Reference: ISO/IEC 14882:2003 5 [expr]/4: "Between the previous and next sequence point a scalar object shall have its stored value modified at most once by the evaluation of an expression."
(*(arr+1)+=3)+=5;
arr + 1 - element with index 1
*(arr + 1) - value of this element
(arr + 1) += 3 - increase by 3
((arr+1)+=3)+=5 - increase by 5;
so arr[1] == 28
(arrp=&arr[0])++;
arr[0] - value of element 0
&arr[0] - address of element 0
arrp=&arr[0] - setting arrp to point to elem 0
(arrp=&arr[0])++ - set arr to point to elem 1
result: 28
This line:
(*(arr+1)+=3)+=5;
produces the same result as this (see footnote):
arr[1] += 3;
arr[1] += 5;
This line:
(arrp=&arr[0])++;
produces the same result as this (see footnote):
int* arrp = arr+1;
So this line:
std::cout<<*arrp
prints out 28.
But this code leaks memory because int *arrp = new int; allocates a new int on the heap which will be lost on assignment by (arrp=&arr[0])++;
Footnote: Of course I'm assuming an absence of weirdness.
Edit: Apparently some of the lines in fact lead to undefined behavior, due to C++ Standard 5/4. So this really is a crappy exam question.
int arr[3]={10,20,30}; // obvious?
int *arrp = new int; // allocated memory for an int
(*(arr+1)+=3)+=5; // (1)
(arrp=&arr[0])++; // (2)
std::cout<<*arrp; // (3)
(1)
*(arr+1) is the same as arr[1], which means that *(arr+1)+=3 will increase arr[1] by 3, so arr[1] == 23 now.
(*(arr+1)+=3)+=5 means arr[1] is increased by another 5, so it will be 28 now.
(2)
arrp will pont to the address of the first element of arr (arr[0]). The pointer arrp will then be incremented, thus it will point to the second element after the entire statement is executed.
(3)
Prints what arrp points to: the second element of arr, meaning 28.
Well, remember that arrays can be interpreted as pointers
int arr[3]={10,20,30};
int *arrp = new int;
creates an array arr of three integers and an int pointer that gets assigned with a freshly allocated value.

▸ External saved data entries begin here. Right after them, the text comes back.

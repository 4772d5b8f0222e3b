/**
 * Priors for the fingering search: the finger a scale book gives each note of a scale-wise run
 * (scale-fingerings.ts), so a run in E♭ major is fingered as E♭ major is practised.
 */
import { Note } from "tonal";
import type { Hand, KeySignature } from "../score/types";
import type { Slice } from "./fingering-slices";
import { fingeredScale, type ScaleForm } from "./scale-fingerings";
import { keyTonic } from "./spell";

/**
 * Shortest scale-wise run that gets the prior: five notes (a five-finger group) — common practice.
 *
 * @example
 * MIN_RUN // 5
 */
export const MIN_RUN = 5;

type FingerByChroma = ReadonlyMap<number, number>;
interface Table {
  readonly up: FingerByChroma;
  readonly down: FingerByChroma;
  readonly chromas: ReadonlySet<number>;
  readonly tonic: number;
  /** The book's finger on the lowest and the highest tonic of the scale. */
  readonly bottom: number;
  readonly top: number;
}
const tableCache = new Map<string, Table | null>();

/** Inner fingers of a two-octave scale per pitch class, plus the book's fingers on the outer tonics. */
function table(tonic: string, form: ScaleForm, hand: Hand): Table | null {
  const key = `${tonic}|${form}|${hand}`;
  if (tableCache.has(key)) return tableCache.get(key)!;
  const s = fingeredScale(tonic, form, hand, 2, 4);
  let out: Table | null = null;
  if (s) {
    const up = new Map<number, number>();
    const down = new Map<number, number>();
    const n = 15;
    for (let i = 1; i < n - 1; i++) up.set(Note.chroma(s.notes[i]!)!, s.fingers[i]!);
    for (let i = n; i < s.notes.length - 1; i++) down.set(Note.chroma(s.notes[i]!)!, s.fingers[i]!);
    out = { up, down, chromas: new Set([...up.keys()]), tonic: Note.chroma(tonic)!, bottom: s.fingers[0]!, top: s.fingers[n - 1]! };
  }
  tableCache.set(key, out);
  return out;
}

/** Scale forms to try for a key: major, or the three minor forms. */
const formsOf = (key: KeySignature): ScaleForm[] => (key.mode === "minor" ? ["harmonic minor", "melodic minor", "natural minor"] : ["major"]);

const TONICS = ["C", "G", "D", "A", "E", "B", "F#", "Db", "Ab", "Eb", "Bb", "F"];
const ALL_FORMS: ScaleForm[] = ["major", "harmonic minor", "melodic minor", "natural minor"];

/**
 * Preferred finger per slice from the scale table, null where there is none: runs of at least
 * `MIN_RUN` single notes moving by step (1–2 semitones, or the augmented second of harmonic minor at most
 * once in six steps) in one direction without a rest, whose pitch
 * classes all belong to one form of the key in force. The run's first and last notes get no prior
 * (a run may start or turn on any finger).
 *
 * @example
 * scalePriors(slices, "right", () => ({ fifths: -3, mode: "major" }))[2] // the E♭-major finger of note 3
 */
export function scalePriors(slices: readonly Slice[], hand: Hand, keyOf?: (measure: number) => KeySignature | undefined): (number | null)[] {
  const out: (number | null)[] = slices.map(() => null);
  const step = (x: Slice, y: Slice): number => {
    if (x.midis.length !== 1 || y.midis.length !== 1 || y.lift) return 0;
    const d = y.midis[0]! - x.midis[0]!;
    // Steps of a scale: semitone, tone, and the augmented second of harmonic minor.
    return Math.abs(d) >= 1 && Math.abs(d) <= 3 ? Math.sign(d) : 0;
  };
  const runs: { a: number; b: number; dir: number }[] = [];
  let s0 = 0;
  let dir = 0;
  for (let s = 1; s <= slices.length; s++) {
    const d = s < slices.length ? step(slices[s - 1]!, slices[s]!) : 0;
    if (d !== 0 && (dir === 0 || d === dir)) { dir = d; continue; }
    // The run s0 … s-1 has ended.
    if (dir !== 0) runs.push({ a: s0, b: s - 1, dir });
    if (d !== 0) { s0 = s - 1; dir = d; } else { s0 = s; dir = 0; }
  }
  /** A scale has at most one augmented second per octave: more thirds make an arpeggio, not a run. */
  const scalewise = (r: { a: number; b: number }): boolean => {
    let thirds = 0;
    for (let s = r.a + 1; s <= r.b; s++) if (Math.abs(slices[s]!.midis[0]! - slices[s - 1]!.midis[0]!) === 3) thirds++;
    return thirds * 6 <= r.b - r.a;
  };
  runs.forEach((r, i) => {
    if (r.b - r.a + 1 < MIN_RUN || !scalewise(r)) return;
    const turnBefore = i > 0 && runs[i - 1]!.b === r.a;
    const turnAfter = i + 1 < runs.length && runs[i + 1]!.a === r.b;
    applyRun(slices, r.a, r.b, r.dir, hand, keyOf, out, turnBefore, turnAfter);
  });
  return out;
}

const chromaOf = (m: number): number => ((m % 12) + 12) % 12;

/** The book's fingers for the notes of run a … b (null where the book does not decide). */
function runFingers(slices: readonly Slice[], a: number, b: number, dir: number, t: Table, turnBefore: boolean, turnAfter: boolean): (number | null)[] {
  const map = dir > 0 ? t.up : t.down;
  const midis = slices.slice(a, b + 1).map((s) => s.midis[0]!);
  const lo = Math.min(...midis);
  const hi = Math.max(...midis);
  return midis.map((m, k) => {
    const end = k === 0 || k === midis.length - 1;
    if (!end) return map.get(chromaOf(m)) ?? null;
    if (chromaOf(m) === t.tonic && (m === lo || m === hi)) return m === lo ? t.bottom : t.top;
    const turn = k === 0 ? turnBefore : turnAfter;
    return turn ? t.up.get(chromaOf(m)) ?? null : null;
  });
}

function applyRun(slices: readonly Slice[], a: number, b: number, dir: number, hand: Hand, keyOf: ((measure: number) => KeySignature | undefined) | undefined, out: (number | null)[], turnBefore: boolean, turnAfter: boolean): void {
  const chromas = new Set<number>();
  for (let s = a; s <= b; s++) chromas.add(chromaOf(slices[s]!.midis[0]!));
  const key = keyOf?.(slices[a]!.measure);
  // With the key known: its first form that holds every note. Without: every scale that holds the
  // run's notes, and only the fingers they all agree on.
  const candidates = key ? formsOf(key).map((form) => table(keyTonic(key), form, hand)) : TONICS.flatMap((tonic) => ALL_FORMS.map((form) => table(tonic, form, hand)));
  let agreed: (number | null)[] | null = null;
  for (const t of candidates) {
    if (!t || ![...chromas].every((c) => t.chromas.has(c))) continue;
    const fingers = runFingers(slices, a, b, dir, t, turnBefore, turnAfter);
    agreed = agreed ? agreed.map((f, k) => (f === fingers[k] ? f : null)) : fingers;
    if (key) break;
  }
  if (!agreed) return;
  agreed.forEach((f, k) => { if (f != null) out[a + k] = f; });
}

/**
 * Notes on either side that must match for two statements of a figure to count as the same.
 *
 * @example
 * FIGURE_CONTEXT // 2
 */
export const FIGURE_CONTEXT = 2;

/**
 * Preferred fingers per slice from the score's own printed fingering of the same figure elsewhere:
 * an editor often marks only the first statement of a repeated figure, and a repeat is played with
 * the same fingers (common practice). A slice without written fingers whose notes and the notes of
 * `FIGURE_CONTEXT` slices on each side equal those around a fully fingered slice gets that slice's
 * fingers. `written[s]` is the written finger tuple of slice s, or null.
 *
 * @example
 * repeatPriors(slices, written)[12] // [1] when the same figure at slice 4 is printed with 1
 */
export function repeatPriors(slices: readonly Slice[], written: readonly (readonly number[] | null)[]): (readonly number[] | null)[] {
  const keyAt = (s: number): string => {
    let key = "";
    for (let k = s - FIGURE_CONTEXT; k <= s + FIGURE_CONTEXT; k++) key += `${slices[k]?.midis.join("+") ?? "-"}|`;
    return key;
  };
  const fingered = new Map<string, readonly number[]>();
  slices.forEach((_, s) => {
    const w = written[s];
    if (w) fingered.set(keyAt(s), w);
  });
  return slices.map((_, s) => (written[s] ? null : fingered.get(keyAt(s)) ?? null));
}
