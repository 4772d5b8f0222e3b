import { describe, expect, test } from "vitest";
import { makeContext } from "./build";
import { barProblems } from "./families/shared-2-layout";
import { generateOctaveShift, octaveShiftOptions } from "./families/octave-shift";
import { applyLightEndings, lightEndingsOption, withEndings, withLightEndings } from "./groups-option";
import { generateVoiceIsolation, voiceIsolationOptions } from "./families/voice-isolation";
import { makePassage } from "./test-passages";

const ctx = makeContext();

describe("light endings", () => {
  test("a run of eighths ending on a half note ends on an eighth, staccato, then rests", () => {
    const p = makePassage({ right: "[C4,E4]/8 [D4,F4]/8 [E4,G4]/8 [F4,A4]/8 [G4,B4]/2" });
    const d = generateVoiceIsolation(p, voiceIsolationOptions.parse({ otherHand: "without" }), ctx).drills[0];
    const light = applyLightEndings(d);
    const seq = light.score.events.map((e) => `${e.pitch ? e.pitch.step + e.pitch.octave : "r"}:${e.duration.toFraction()}`);
    // 4 eighths, then B4 as an eighth, then 3/2 quarters of rest (a dotted quarter): 4/4 exact.
    expect(seq).toEqual(["E4:1/2", "F4:1/2", "G4:1/2", "A4:1/2", "B4:1/2", "r:3/2"]);
    expect(light.score.events[4].marks).toContain("staccato");
    expect(barProblems(light.score)).toEqual([]);
  });

  test("even runs are unchanged; the option is off by default", () => {
    const d = generateOctaveShift(makePassage({ right: "C4/8 E4/8" }), octaveShiftOptions.parse({}), ctx).drills;
    expect(withLightEndings(d, lightEndingsOption.parse({}))).toEqual(d);
    expect(applyLightEndings(d[0]).score.events.map((e) => e.duration.toFraction())).toEqual(d[0].score.events.map((e) => e.duration.toFraction()));
  });
});

// Rubric "endings (option)": a short, light last note, and the long ending as its contrast (common practice).
describe("short versus long endings", () => {
  test("short-and-long writes the short ending first, then the drill as written", () => {
    const p = makePassage({ right: "[C4,E4]/8 [D4,F4]/8 [E4,G4]/8 [F4,A4]/8 [G4,B4]/2" });
    const drills = generateVoiceIsolation(p, voiceIsolationOptions.parse({ otherHand: "without" }), ctx).drills.slice(0, 1);
    const [short, long] = withEndings(drills, "short-and-long");
    expect(short.variant).toBe("top-short-ending");
    expect(short.score.events.find((e) => e.pitch?.midi === 71)!.duration.toFraction()).toBe("1/2");
    expect(long.variant).toBe("top");
    expect(long.score.events.find((e) => e.pitch?.midi === 71)!.duration.toFraction()).toBe("2");
    expect(barProblems(short.score)).toEqual([]);
    expect(withEndings(drills, "written")).toEqual(drills);
  });

  test("a drill with no long ending is written once", () => {
    const d = generateOctaveShift(makePassage({ right: "C4/8 E4/8" }), octaveShiftOptions.parse({}), ctx).drills;
    expect(withEndings(d, "short-and-long")).toHaveLength(d.length);
  });
});
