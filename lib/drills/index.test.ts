import { describe, expect, test } from "vitest";
import { families, generateDrills, suggestFamilies } from "./index";
import { SUGGESTIONS } from "./suggest";
import { makePassage } from "./test-passages";
import { PROBLEM_TAGS, type DrillFamily } from "./types";

// The fourteen generator rows of the drill-family table (DESIGN.md); the short-ending row is an option.
const IDS = [
  "blocking", "note-pairs", "rhythm-variants", "stops", "lift-rests", "scale-rhythm", "pivot-walk",
  "voice-isolation", "doubles", "octave-shift", "held-tone", "sequence", "thumb-pairs", "tempo-ladder",
  // Techniques a complete lesson uses (DRILL-RUBRIC.md): chaining, octave doubling, grace notes slowed.
  "chaining", "octave-doubling", "ornaments",
];

describe("drill registry", () => {
  test("every family of the table is registered under its id, with options that parse from {}", () => {
    expect(Object.keys(families).sort()).toEqual([...IDS].sort());
    for (const [id, f] of Object.entries(families)) {
      expect(f.id).toBe(id);
      expect(f.label.length).toBeGreaterThan(0);
      expect(f.describe.length).toBeGreaterThan(0);
      expect(() => f.options.parse({})).not.toThrow();
    }
  });

  test("every suggested family exists", () => {
    for (const tag of PROBLEM_TAGS) for (const id of SUGGESTIONS[tag]) expect(families[id], `${tag} → ${id}`).toBeDefined();
    expect(suggestFamilies([...PROBLEM_TAGS]).every((id) => id in families)).toBe(true);
  });

  test("generateDrills runs the chosen families and lists the ones that do not apply, with a reason", () => {
    const p = makePassage({ right: "C4/4 E4/4 G4/4 C5/4" });
    const { drills, skipped } = generateDrills(p, { families: ["blocking", "pivot-walk", "no-such-family"] });
    expect(drills.length).toBeGreaterThan(0);
    expect(drills.every((d) => d.family === "blocking")).toBe(true);
    expect(skipped.map((s) => s.family)).toEqual(["pivot-walk", "no-such-family"]);
    expect(skipped.every((s) => s.reason.length > 0)).toBe(true);
  });

  test("a family that throws is skipped with its reason, and the other families still generate", () => {
    const registry = families as Record<string, DrillFamily>;
    registry["test-throws"] = {
      ...families.blocking,
      id: "test-throws",
      generate: () => {
        throw new Error("duration 683/1024 cannot be written");
      },
    } as DrillFamily;
    try {
      const p = makePassage({ right: "C4/4 D4/4 E4/4 F4/4" });
      const { drills, skipped } = generateDrills(p, { families: ["test-throws", "tempo-ladder"] });
      expect(drills.length).toBeGreaterThan(0);
      expect(drills.every((d) => d.family === "tempo-ladder")).toBe(true);
      expect(skipped).toHaveLength(1);
      expect(skipped[0].family).toBe("test-throws");
      expect(skipped[0].reason).toContain("683/1024 cannot be written");
    } finally {
      delete registry["test-throws"];
    }
  });

  test("options are validated by the family's schema; the same seed gives the same drills", () => {
    const p = makePassage({ right: "C4/8 G4/8 E4/8 G4/8 C4/8 G4/8 E4/8 G4/8", left: "C3/2 G2/2" });
    expect(() => generateDrills(p, { families: ["note-pairs"], options: { "note-pairs": { maxCells: 0 } } })).toThrow();
    const a = generateDrills(p, { seed: 5 });
    const b = generateDrills(p, { seed: 5 });
    expect(a.drills.map((d) => `${d.family}/${d.variant}/${d.score.events.length}`)).toEqual(
      b.drills.map((d) => `${d.family}/${d.variant}/${d.score.events.length}`),
    );
  });
});

describe("light endings through generateDrills", () => {
  const p = makePassage({ right: "C4/8 D4/8 E4/8 F4/8 G4/2" });
  const g4 = (lightEndings: boolean | undefined) =>
    generateDrills(p, { families: ["tempo-ladder"], lightEndings }).drills.flatMap((d) => d.score.events.filter((e) => e.pitch?.midi === 67));

  test("off by default: the final half note stays long", () => {
    expect(g4(undefined).length).toBeGreaterThan(0);
    for (const e of g4(undefined)) expect(e.duration.toFraction()).toBe("2");
  });

  test("on: each group's long final note becomes an eighth, staccato, and every bar still sums to 4/4 (MusicXML <time>)", () => {
    const notes = g4(true);
    expect(notes.length).toBeGreaterThan(0);
    for (const e of notes) {
      expect(e.duration.toFraction()).toBe("1/2");
      expect(e.marks).toContain("staccato");
    }
    for (const d of generateDrills(p, { families: ["tempo-ladder", "stops"], lightEndings: true }).drills) {
      for (const m of d.score.measures) {
        const sum = d.score.events.filter((e) => e.measure === m.index && !e.chord && !e.grace).reduce((s, e) => s + e.duration.valueOf(), 0);
        expect(sum, `${d.family}/${d.variant} bar ${m.number}`).toBeCloseTo(4, 9);
      }
    }
  });
});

Since assignment operators return a reference to the value that has been assigned in order to allow multi-assignment,
(*(arr+1)+=3)+=5;
is equivalent to
*(arr+1)+=3;
*(arr+1)+=5;
*(arr + 1) refers to the first element of the array arr, therefore arr[1] is effectively increased by eight.
(arrp=&arr[0])++; assigns the address of the first array element to arrp and afterward increments this pointer which now points to the second element (arr[1] again).
By dereferencing it in std::cout<<*arrp, you output arr[1] which now holds the value 20 + 3 + 5 = 28.
So the code prints 28 (and furthermore creates a memory-leak since the new int initially assigned to arrp never gets deleted)
I'll try to answer you by rewriting the code in a simpler way.
int arr[3]={10,20,30};
int *arrp = new int;
(*(arr+1)+=3)+=5;
(arrp=&arr[0])++;
std::cout<<*arrp;
=== equals ===
int arr[3]={10,20,30};//create array of 3 elements and assign them
int *arrp = new int;//create an integer pointer and allocate an int to it(useless)
//(*(arr+1)+=3)+=5;
arr[1] = arr[1] + 3;//arr[1] == arr+1 because it is incrementing the arr[0] pointer
arr[1] = arr[1] + 5;
//(arrp=&arr[0])++;
arrp = &arr[0];//point the integer pointer to the first element in arr[]
arrp++;//increment the array pointer, so this really is now pointing to arr[1]
std::cout<<*arrp;//just print out the value, which is arr[1]
I am assuming you understand pointers and basic c.